Only one portion of the data is to be written out: from the line bearing "first linearisation, (r" through the line bearing "it by far less), or". Write it exactly as it appears.

(Beginning of Input data)

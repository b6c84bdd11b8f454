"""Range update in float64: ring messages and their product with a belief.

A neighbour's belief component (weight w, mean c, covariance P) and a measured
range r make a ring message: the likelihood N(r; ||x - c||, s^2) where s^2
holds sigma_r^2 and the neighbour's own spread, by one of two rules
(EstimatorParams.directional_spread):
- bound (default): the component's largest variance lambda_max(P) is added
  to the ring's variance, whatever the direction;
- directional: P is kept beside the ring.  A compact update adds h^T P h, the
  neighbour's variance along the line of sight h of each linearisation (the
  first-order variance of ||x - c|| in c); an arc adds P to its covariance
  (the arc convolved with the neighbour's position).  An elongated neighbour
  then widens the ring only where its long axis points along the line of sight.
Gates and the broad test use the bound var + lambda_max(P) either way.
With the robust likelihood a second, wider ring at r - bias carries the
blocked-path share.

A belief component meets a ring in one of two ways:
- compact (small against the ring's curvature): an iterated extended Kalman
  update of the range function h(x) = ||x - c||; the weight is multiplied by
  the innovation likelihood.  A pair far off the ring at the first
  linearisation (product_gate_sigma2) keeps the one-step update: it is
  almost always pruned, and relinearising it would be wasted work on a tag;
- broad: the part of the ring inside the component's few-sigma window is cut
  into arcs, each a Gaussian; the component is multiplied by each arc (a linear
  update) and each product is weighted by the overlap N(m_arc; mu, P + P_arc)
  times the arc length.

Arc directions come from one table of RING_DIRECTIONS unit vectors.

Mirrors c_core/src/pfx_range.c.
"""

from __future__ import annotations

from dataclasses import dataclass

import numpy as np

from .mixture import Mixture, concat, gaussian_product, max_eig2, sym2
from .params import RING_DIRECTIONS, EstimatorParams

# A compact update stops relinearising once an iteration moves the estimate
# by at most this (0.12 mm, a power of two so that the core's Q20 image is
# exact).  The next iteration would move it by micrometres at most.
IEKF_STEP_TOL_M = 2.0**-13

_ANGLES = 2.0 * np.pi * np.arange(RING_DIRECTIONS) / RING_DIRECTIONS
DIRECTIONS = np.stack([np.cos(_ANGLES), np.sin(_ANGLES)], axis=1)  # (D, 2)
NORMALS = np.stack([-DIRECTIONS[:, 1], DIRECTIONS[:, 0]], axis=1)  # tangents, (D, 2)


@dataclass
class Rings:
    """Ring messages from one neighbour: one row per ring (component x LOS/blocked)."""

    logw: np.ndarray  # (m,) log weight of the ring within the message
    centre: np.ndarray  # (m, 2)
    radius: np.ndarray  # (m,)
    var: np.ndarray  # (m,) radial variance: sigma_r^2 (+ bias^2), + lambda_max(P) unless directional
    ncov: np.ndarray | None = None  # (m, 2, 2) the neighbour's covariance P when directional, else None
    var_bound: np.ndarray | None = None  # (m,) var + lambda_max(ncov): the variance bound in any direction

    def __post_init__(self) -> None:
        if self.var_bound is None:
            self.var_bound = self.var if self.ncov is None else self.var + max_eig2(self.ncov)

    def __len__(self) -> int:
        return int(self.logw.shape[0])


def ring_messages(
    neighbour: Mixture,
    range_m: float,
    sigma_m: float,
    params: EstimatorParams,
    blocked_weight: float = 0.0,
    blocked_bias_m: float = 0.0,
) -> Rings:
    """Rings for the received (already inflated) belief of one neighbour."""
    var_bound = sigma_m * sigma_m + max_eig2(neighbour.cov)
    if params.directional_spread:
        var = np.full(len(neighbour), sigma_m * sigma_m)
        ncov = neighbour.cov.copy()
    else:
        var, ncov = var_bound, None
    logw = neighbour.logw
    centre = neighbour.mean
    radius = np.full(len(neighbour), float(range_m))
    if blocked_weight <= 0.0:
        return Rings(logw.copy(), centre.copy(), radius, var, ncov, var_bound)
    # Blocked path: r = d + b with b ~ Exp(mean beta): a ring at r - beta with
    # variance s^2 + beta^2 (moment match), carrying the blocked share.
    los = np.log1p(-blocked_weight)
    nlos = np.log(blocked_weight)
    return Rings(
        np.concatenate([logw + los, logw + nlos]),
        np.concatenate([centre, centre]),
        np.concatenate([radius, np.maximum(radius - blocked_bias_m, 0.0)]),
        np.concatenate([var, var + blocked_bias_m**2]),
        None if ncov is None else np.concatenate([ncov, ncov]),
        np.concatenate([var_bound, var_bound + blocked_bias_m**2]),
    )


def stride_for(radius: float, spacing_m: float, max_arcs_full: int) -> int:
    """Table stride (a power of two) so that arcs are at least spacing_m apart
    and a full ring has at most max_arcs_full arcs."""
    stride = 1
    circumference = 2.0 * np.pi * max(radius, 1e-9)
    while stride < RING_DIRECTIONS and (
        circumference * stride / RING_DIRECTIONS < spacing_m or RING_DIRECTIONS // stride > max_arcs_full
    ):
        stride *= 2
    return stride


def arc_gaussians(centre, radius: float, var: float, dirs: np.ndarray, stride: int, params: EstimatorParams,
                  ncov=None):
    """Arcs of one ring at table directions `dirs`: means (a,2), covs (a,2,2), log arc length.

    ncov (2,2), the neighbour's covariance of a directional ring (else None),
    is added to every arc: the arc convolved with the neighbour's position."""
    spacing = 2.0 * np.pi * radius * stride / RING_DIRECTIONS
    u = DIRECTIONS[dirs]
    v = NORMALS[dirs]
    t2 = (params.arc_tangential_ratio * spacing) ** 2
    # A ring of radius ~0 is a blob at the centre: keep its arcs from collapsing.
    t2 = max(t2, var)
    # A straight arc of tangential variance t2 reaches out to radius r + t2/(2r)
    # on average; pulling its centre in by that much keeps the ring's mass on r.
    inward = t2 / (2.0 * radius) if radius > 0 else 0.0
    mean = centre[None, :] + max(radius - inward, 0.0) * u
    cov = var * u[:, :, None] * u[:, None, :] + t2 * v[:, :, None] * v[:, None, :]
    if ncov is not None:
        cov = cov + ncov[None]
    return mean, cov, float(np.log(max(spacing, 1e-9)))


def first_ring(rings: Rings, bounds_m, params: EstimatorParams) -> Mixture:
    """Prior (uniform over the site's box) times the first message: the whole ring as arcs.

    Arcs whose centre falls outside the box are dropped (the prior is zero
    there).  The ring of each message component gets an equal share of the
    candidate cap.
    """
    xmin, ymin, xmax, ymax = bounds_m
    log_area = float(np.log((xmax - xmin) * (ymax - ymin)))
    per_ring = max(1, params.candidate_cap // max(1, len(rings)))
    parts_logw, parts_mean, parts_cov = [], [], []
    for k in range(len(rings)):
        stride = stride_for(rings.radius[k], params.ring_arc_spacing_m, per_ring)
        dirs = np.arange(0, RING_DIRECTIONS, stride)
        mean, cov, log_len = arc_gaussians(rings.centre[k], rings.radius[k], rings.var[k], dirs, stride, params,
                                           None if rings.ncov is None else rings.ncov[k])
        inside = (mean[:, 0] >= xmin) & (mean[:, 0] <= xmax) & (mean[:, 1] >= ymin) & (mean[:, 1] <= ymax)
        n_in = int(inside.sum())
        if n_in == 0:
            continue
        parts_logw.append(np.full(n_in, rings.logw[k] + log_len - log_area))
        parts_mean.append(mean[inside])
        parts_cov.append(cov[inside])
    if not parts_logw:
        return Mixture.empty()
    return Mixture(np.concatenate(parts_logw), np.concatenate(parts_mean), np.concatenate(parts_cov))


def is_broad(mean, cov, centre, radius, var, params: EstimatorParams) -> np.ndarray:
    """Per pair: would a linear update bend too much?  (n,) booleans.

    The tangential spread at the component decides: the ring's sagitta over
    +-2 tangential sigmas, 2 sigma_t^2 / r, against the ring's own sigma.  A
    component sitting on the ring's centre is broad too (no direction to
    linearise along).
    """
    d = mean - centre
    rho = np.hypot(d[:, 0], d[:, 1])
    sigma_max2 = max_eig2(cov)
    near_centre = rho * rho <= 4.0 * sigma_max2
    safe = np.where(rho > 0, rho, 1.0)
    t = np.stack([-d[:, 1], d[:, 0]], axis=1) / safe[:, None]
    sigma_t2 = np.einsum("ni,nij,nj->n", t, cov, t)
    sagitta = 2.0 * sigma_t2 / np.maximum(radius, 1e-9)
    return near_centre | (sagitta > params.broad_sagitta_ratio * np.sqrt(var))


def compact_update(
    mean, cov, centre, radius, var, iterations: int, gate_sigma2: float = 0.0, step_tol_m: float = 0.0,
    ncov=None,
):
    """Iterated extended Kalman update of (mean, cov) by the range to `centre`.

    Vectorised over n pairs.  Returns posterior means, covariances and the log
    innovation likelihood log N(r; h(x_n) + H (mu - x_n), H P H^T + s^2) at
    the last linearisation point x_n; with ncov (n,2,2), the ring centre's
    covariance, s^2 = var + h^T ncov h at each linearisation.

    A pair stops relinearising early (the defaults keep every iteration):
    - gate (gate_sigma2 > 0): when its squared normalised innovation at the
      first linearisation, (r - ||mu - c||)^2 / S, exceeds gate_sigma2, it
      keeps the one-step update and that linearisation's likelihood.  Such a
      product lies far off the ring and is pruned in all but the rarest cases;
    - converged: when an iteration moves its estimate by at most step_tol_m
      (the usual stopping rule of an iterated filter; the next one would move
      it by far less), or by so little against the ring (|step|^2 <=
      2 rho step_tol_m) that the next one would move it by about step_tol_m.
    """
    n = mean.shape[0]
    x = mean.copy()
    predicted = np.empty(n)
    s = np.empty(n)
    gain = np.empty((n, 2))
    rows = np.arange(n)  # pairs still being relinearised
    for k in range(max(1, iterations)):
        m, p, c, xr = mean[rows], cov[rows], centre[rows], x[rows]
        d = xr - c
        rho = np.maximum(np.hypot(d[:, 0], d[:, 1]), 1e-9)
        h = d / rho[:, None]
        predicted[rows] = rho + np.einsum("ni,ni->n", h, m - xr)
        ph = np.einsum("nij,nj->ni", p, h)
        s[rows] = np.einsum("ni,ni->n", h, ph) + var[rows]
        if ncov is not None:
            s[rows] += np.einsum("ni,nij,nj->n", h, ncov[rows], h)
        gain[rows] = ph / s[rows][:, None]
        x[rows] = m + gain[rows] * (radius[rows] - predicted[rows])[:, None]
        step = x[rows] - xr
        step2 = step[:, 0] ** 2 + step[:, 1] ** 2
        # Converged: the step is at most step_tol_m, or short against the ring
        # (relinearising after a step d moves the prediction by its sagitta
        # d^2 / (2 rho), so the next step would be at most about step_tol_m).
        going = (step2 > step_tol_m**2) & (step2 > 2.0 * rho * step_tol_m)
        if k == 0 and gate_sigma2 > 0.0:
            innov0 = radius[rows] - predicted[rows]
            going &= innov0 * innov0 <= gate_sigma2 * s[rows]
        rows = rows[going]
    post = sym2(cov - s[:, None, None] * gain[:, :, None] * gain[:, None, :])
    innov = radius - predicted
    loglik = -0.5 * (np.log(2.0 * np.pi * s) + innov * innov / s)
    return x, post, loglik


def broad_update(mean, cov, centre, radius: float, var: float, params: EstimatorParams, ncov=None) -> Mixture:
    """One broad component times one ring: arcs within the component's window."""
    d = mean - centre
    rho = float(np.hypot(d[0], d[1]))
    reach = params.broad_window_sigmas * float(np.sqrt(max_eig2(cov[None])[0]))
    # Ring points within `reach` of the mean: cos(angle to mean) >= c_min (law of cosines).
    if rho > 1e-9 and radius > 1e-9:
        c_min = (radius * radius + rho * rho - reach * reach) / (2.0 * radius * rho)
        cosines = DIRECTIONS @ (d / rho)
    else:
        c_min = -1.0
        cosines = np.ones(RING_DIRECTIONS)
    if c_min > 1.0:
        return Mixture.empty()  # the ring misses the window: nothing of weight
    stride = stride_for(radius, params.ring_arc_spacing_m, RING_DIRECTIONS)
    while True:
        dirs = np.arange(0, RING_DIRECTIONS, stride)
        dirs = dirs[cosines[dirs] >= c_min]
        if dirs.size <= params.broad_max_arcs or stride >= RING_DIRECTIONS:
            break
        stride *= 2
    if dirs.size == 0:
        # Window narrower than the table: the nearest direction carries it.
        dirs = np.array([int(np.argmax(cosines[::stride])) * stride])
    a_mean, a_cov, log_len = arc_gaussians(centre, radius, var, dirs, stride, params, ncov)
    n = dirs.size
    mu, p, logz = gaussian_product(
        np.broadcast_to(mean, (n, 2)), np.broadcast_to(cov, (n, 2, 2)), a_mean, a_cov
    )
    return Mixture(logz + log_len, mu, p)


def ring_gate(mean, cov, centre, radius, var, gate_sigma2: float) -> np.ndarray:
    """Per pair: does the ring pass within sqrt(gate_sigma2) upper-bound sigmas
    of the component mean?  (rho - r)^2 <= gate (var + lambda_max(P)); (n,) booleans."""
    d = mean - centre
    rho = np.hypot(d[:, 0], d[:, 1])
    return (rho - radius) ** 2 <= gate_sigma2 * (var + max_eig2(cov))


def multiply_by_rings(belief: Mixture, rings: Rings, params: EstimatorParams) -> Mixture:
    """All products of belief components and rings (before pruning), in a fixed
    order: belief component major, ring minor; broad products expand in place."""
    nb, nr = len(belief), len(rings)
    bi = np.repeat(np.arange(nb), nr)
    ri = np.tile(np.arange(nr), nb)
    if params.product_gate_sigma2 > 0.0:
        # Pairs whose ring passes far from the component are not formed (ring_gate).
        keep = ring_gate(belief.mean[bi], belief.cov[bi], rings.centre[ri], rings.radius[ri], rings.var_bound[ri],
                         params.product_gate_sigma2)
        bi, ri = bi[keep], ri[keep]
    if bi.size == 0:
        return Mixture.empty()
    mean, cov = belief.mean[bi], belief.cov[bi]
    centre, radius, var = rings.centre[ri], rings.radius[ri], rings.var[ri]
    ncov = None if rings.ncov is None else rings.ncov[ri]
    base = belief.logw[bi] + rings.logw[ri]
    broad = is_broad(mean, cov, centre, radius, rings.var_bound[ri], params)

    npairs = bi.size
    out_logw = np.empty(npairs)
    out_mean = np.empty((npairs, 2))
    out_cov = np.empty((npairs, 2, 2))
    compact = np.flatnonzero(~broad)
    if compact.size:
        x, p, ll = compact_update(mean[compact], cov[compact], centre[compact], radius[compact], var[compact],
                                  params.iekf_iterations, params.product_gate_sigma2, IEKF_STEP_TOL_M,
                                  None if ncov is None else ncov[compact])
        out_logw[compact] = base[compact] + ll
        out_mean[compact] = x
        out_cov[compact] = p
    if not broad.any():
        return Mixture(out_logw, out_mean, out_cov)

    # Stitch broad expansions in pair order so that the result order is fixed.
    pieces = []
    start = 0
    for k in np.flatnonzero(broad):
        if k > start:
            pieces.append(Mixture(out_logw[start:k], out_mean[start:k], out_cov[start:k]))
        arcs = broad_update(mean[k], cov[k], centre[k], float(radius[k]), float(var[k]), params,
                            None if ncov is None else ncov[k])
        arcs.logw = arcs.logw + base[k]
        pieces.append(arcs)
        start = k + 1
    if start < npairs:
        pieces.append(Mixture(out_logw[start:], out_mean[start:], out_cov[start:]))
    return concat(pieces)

(End of Input data)

▶ **Exercise output**
      first linearisation, (r - ||mu - c||)^2 / S, exceeds gate_sigma2, it
      keeps the one-step update and that linearisation's likelihood.  Such a
      product lies far off the ring and is pruned in all but the rarest cases;
    - converged: when an iteration moves its estimate by at most step_tol_m
      (the usual stopping rule of an iterated filter; the next one would move
      it by far less), or by so little against the ring (|step|^2 <=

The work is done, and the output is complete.